======== MATERIAL PROVIDED
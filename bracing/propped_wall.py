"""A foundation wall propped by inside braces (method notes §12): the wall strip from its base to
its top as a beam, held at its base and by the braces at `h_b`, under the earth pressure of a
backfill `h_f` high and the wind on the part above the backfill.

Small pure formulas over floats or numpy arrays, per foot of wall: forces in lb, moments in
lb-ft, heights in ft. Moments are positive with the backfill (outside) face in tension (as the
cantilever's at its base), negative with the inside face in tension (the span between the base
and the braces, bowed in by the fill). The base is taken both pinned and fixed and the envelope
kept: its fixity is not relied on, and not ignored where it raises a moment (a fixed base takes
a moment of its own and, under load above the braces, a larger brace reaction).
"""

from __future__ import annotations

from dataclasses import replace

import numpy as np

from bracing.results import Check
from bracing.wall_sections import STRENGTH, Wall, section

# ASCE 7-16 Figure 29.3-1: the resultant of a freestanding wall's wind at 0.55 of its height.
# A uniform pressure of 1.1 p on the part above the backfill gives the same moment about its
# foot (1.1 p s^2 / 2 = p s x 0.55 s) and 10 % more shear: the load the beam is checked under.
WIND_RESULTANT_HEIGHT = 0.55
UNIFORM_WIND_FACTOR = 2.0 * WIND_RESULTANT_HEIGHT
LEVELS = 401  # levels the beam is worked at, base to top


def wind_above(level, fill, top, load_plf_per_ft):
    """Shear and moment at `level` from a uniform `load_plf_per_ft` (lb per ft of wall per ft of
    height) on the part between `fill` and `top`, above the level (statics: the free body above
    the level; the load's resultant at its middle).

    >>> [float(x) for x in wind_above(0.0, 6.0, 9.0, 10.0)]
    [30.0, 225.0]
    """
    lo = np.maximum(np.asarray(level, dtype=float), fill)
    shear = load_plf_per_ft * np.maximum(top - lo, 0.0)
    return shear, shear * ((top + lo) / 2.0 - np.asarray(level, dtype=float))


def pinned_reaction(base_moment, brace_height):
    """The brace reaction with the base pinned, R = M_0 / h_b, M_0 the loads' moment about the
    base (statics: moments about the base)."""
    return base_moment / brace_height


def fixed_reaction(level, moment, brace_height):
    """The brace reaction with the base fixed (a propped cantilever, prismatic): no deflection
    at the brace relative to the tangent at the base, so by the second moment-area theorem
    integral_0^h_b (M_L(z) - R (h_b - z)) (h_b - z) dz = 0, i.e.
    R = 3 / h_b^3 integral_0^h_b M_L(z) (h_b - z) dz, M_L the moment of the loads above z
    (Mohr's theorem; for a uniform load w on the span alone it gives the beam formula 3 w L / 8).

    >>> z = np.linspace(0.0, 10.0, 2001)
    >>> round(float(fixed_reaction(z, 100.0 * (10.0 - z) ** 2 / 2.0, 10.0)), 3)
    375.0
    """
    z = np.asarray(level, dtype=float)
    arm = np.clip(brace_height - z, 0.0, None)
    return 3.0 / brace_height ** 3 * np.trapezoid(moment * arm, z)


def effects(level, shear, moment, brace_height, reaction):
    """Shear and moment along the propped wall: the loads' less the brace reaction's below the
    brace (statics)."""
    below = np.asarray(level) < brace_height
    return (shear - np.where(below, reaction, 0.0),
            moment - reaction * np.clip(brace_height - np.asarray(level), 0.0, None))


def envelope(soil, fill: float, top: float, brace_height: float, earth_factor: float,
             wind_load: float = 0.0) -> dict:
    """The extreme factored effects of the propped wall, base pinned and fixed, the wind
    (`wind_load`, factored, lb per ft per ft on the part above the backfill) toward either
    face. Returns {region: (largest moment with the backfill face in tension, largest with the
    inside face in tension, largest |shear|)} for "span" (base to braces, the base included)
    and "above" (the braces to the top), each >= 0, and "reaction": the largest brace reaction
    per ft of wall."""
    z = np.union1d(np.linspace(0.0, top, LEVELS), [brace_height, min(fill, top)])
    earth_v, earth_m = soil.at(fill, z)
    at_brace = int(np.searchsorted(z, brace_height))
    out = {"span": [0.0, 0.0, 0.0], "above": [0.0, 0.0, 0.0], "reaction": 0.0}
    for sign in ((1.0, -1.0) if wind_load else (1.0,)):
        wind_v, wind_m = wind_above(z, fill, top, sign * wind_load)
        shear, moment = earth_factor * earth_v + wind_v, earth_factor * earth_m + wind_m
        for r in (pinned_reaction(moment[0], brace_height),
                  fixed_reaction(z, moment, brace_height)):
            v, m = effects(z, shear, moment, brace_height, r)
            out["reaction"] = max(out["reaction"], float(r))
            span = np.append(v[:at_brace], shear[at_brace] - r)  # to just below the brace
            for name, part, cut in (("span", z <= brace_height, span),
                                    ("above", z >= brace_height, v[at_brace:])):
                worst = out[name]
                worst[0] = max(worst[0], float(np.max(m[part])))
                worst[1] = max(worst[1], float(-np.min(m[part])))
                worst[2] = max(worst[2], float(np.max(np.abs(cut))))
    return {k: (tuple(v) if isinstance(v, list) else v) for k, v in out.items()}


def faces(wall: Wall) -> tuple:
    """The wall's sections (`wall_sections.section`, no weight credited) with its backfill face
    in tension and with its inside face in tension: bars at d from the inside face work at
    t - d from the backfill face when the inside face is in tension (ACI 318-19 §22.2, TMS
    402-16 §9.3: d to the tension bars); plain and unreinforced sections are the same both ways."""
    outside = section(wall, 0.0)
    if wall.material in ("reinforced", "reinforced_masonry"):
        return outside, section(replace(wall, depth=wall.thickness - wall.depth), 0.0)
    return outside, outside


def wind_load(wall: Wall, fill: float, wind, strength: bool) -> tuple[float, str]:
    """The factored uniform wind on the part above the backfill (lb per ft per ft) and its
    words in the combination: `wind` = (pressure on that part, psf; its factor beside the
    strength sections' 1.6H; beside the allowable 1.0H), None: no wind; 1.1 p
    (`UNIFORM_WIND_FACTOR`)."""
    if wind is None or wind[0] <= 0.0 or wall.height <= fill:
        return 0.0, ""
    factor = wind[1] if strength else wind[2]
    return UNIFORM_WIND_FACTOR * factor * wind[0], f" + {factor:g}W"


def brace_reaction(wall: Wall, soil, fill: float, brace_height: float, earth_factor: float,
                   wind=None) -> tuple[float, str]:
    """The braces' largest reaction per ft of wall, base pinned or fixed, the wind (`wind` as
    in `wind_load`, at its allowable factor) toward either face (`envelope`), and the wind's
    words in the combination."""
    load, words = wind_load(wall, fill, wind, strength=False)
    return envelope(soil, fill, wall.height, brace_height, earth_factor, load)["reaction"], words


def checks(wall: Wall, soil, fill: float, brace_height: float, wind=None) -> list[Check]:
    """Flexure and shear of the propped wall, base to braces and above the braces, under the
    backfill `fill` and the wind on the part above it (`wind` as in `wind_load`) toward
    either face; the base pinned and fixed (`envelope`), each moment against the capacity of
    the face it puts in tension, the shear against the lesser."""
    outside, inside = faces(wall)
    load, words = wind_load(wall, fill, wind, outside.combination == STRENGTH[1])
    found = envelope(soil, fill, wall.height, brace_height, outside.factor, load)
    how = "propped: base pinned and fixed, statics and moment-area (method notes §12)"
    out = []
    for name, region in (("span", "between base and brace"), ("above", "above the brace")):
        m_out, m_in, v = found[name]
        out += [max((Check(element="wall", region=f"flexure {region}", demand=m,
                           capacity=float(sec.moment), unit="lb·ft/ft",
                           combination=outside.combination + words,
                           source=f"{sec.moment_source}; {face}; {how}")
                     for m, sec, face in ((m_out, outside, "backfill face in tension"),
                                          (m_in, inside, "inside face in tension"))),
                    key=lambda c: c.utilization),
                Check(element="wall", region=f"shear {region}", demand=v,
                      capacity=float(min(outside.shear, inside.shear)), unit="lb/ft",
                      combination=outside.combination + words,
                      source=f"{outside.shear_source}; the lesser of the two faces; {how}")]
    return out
================
Only those lines of the entries above that run from the line containing "its base to" to the line containing "and the braces, bowed", both included, should be transcribed exactly.

[WORKED SOLUTION]
"""A foundation wall propped by inside braces (method notes §12): the wall strip from its base to
its top as a beam, held at its base and by the braces at `h_b`, under the earth pressure of a
backfill `h_f` high and the wind on the part above the backfill.

Small pure formulas over floats or numpy arrays, per foot of wall: forces in lb, moments in
lb-ft, heights in ft. Moments are positive with the backfill (outside) face in tension (as the
cantilever's at its base), negative with the inside face in tension (the span between the base
and the braces, bowed in by the fill). The base is taken both pinned and fixed and the envelope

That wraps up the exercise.